All lines with the word "once" must be pulled from the entries below.
*** Entries shown Section Begins ***
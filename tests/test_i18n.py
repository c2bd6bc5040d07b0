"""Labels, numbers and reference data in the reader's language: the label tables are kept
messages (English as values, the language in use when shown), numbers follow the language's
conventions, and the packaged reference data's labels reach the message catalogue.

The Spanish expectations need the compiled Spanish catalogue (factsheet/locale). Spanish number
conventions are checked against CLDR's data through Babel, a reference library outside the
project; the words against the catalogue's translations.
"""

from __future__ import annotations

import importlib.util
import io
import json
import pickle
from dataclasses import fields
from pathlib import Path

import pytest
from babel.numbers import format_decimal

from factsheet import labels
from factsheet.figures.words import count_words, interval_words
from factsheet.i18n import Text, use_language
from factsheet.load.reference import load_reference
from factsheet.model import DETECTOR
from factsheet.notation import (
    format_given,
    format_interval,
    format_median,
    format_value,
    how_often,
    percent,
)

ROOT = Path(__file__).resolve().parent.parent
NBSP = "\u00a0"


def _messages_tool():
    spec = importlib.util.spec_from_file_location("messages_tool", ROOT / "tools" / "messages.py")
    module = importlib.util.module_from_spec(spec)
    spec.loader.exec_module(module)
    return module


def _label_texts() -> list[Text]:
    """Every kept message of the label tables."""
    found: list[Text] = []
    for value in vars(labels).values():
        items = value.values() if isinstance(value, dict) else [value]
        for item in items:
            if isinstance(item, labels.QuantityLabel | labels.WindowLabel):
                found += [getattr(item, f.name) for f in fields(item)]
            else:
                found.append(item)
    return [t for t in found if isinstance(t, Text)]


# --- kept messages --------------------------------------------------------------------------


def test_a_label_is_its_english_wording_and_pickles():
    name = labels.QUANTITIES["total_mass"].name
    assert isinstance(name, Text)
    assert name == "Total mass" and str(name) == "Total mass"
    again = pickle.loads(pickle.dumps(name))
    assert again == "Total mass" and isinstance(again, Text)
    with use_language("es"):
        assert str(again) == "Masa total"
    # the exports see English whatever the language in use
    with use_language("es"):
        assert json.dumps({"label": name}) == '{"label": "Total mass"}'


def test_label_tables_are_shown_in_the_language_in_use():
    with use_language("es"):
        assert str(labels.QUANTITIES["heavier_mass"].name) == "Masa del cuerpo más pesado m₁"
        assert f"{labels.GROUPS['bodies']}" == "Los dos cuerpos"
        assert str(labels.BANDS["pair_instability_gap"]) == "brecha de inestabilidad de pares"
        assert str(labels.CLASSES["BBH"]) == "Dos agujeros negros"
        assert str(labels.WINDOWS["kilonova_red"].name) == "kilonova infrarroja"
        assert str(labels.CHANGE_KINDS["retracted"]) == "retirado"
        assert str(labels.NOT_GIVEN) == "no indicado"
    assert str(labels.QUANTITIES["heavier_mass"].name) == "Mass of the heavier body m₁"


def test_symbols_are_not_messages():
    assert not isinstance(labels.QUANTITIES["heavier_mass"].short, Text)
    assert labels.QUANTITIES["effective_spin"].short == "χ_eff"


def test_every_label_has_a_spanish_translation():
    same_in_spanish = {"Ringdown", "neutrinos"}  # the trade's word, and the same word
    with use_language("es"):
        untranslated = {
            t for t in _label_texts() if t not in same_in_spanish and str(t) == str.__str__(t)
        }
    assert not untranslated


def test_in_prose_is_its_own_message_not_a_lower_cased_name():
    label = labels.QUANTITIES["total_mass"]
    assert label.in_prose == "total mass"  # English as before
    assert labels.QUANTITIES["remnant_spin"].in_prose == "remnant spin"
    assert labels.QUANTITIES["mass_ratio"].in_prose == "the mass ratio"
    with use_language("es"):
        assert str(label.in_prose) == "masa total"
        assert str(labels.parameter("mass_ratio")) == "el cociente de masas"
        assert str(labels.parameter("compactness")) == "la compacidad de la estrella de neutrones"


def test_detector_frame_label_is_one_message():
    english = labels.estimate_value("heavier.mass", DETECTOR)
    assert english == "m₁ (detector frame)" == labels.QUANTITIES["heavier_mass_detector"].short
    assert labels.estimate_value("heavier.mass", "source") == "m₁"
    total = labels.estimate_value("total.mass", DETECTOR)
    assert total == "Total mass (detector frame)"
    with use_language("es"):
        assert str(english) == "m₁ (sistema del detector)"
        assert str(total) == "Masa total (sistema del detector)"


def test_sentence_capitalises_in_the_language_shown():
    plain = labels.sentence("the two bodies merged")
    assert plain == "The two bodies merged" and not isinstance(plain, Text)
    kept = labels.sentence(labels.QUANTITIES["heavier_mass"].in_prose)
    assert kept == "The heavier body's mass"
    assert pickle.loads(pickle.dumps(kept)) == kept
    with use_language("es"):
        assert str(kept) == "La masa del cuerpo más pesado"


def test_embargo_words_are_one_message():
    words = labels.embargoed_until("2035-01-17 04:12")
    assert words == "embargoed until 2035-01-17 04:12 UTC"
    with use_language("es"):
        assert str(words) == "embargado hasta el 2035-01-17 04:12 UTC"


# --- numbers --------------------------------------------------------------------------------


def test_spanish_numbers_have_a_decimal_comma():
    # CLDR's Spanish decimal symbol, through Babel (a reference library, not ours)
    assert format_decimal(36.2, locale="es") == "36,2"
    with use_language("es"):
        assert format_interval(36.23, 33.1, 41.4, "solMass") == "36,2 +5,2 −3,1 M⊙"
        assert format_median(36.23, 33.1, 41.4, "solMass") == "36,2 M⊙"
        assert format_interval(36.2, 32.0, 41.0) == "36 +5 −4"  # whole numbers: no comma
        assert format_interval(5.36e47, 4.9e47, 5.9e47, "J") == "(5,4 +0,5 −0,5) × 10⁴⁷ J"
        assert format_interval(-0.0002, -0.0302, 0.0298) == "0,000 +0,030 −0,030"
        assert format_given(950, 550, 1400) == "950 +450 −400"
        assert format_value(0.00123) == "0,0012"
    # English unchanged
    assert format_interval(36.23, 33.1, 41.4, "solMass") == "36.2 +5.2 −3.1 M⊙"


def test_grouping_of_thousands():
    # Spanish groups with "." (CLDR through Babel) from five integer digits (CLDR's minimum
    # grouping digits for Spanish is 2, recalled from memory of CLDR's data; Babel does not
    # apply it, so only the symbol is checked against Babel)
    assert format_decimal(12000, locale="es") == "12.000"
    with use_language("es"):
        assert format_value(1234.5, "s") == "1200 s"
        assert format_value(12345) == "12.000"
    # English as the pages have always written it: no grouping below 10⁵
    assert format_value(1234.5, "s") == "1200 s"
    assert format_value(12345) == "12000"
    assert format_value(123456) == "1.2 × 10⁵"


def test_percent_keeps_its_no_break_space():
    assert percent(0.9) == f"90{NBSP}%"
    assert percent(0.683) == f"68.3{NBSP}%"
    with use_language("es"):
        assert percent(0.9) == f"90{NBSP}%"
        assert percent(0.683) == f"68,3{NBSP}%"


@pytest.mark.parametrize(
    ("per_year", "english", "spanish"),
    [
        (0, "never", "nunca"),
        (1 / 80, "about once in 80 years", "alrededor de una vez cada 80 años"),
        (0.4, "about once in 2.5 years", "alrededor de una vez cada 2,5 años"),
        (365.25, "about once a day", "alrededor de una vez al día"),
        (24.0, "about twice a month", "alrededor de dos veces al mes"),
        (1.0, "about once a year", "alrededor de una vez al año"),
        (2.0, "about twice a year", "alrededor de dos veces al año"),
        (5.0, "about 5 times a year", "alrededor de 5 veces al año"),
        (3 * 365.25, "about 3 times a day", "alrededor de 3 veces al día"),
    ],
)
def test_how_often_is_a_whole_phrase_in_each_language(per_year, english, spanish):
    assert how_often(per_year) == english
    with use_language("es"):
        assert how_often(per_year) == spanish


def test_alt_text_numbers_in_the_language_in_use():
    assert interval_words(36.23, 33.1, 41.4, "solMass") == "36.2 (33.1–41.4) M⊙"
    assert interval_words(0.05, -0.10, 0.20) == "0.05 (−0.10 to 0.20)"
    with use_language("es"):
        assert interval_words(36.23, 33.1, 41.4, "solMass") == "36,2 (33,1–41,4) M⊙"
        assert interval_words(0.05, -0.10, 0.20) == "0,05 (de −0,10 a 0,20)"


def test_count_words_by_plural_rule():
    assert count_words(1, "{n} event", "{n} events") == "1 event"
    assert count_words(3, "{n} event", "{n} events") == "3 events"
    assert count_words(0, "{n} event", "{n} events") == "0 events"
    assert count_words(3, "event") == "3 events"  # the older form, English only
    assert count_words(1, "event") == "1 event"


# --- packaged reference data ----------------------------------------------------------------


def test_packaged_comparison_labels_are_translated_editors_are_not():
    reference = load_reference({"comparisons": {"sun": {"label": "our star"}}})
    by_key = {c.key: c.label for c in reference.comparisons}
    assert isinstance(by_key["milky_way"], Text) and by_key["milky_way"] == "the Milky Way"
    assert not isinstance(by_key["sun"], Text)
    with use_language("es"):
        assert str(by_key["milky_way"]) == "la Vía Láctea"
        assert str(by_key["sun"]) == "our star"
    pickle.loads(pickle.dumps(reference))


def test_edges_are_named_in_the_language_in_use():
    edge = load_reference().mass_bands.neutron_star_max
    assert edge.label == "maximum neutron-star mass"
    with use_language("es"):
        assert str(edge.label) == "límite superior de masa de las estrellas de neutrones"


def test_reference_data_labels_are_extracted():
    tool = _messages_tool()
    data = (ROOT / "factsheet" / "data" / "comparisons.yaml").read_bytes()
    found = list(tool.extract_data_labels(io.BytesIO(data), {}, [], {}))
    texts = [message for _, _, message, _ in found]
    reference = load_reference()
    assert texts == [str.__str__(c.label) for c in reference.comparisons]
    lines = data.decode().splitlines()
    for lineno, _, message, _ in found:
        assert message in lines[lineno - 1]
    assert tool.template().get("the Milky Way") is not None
*** Entries shown Section Ends ***
■ Answer to this problem:
        (1 / 80, "about once in 80 years", "alrededor de una vez cada 80 años"),
        (0.4, "about once in 2.5 years", "alrededor de una vez cada 2,5 años"),
        (365.25, "about once a day", "alrededor de una vez al día"),
        (1.0, "about once a year", "alrededor de una vez al año"),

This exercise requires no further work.